In another development, the “more forceful moves” for which McNamara had said the Administration should be “preparing” were indeed being prepared. The Krulak committee’s report, which had arrived at the ranch on January 2, would not be formally approved by the President until January 16, but the covert operations it authorized—including the ones around the Gulf of Tonkin—were to begin on February 1. The approval of the plan—in effect, an escalation of the war, although a minor one—was never announced to the public or revealed to Congress (although a few members may have been quietly advised of some of the details). A National Security Action Memorandum would have normally been signed by the President as a result of the approval. No such memorandum was ever signed.

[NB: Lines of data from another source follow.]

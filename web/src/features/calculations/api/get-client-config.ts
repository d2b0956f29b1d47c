import { queryOptions, useQuery } from '@tanstack/react-query';
import type { ClientConfig, MapTilesConfig } from '@loftwright/contract';
import { apiClient } from '@/lib/api-client';

export type { ClientConfig, MapTilesConfig } from '@loftwright/contract';

/**
 * GET /api/client-config. A server older than the endpoint, or one answering something else,
 * means no tiles rather than a broken chart.
 */
export async function getClientConfig(): Promise<ClientConfig> {
  const answer = (await apiClient.get<Partial<ClientConfig> | undefined>('/client-config')).data;
  const mapTiles = answer?.mapTiles;
  return { mapTiles: isMapTiles(mapTiles) ? mapTiles : null };
}

function isMapTiles(value: unknown): value is MapTilesConfig {
  const tiles = value as Partial<MapTilesConfig> | null | undefined;
  return typeof tiles?.urlTemplate === 'string' && typeof tiles.attribution === 'string';
}

/** A deployment's settings change only with a restart: read once per page load. */
export const getClientConfigQueryOptions = () =>
  queryOptions({
    queryKey: ['client-config'],
    queryFn: getClientConfig,
    staleTime: Number.POSITIVE_INFINITY,
  });

/**
 * The base map's tile server: null when none is configured (or the settings could not be read),
 * undefined while they are being read. Asked for only when `enabled` (a chart that can use it).
 */
export function useMapTiles(enabled: boolean): MapTilesConfig | null | undefined {
  const { data, isError } = useQuery({ ...getClientConfigQueryOptions(), enabled });
  if (data) return data.mapTiles;
  return isError || !enabled ? null : undefined;
}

The overriding aim of the withdrawal and covert operations decisions—and of other decisions about Vietnam during the early days of Lyndon Johnson’s presidency—was to keep Vietnam from becoming a major political issue,
“above
all else,” as
Fredrik Logevall put it in
Choosing War,
a detailed study of American decision-making from 1963 through 1965, “to keep Vietnam from complicating his election-year strategy.… The president judged all options on the war in terms of what they meant for November.” So close to his vest was Johnson holding his cards on Vietnam that even McGeorge Bundy, who was carrying out his strategy, wasn’t sure what it was. When, on March 2, 1964, the national security advisor was driven to ask him,
“What
is your own internal thinking on this [the overall Vietnam situation], Mr. President?,” Johnson gave him his clearest answer yet. “I just can’t believe that we can’t take 15,000 [
sic
] advisers and 200,000 people [South Vietnamese troops] and maintain the
status quo
for six months. I just believe we can do that, if we do it right.” Six months might have been a minor miscalculation. Election Day, 1964—November 3—was not six months away, but eight. But it might not have been. The Democratic National Convention would begin on August 24, in slightly less than six months. Sitting President though he
was, there was Bobby Kennedy to consider. Miscalculation or not, however, the President’s aim was clear: the maintenance of the
status quo
until a date set by a political calendar.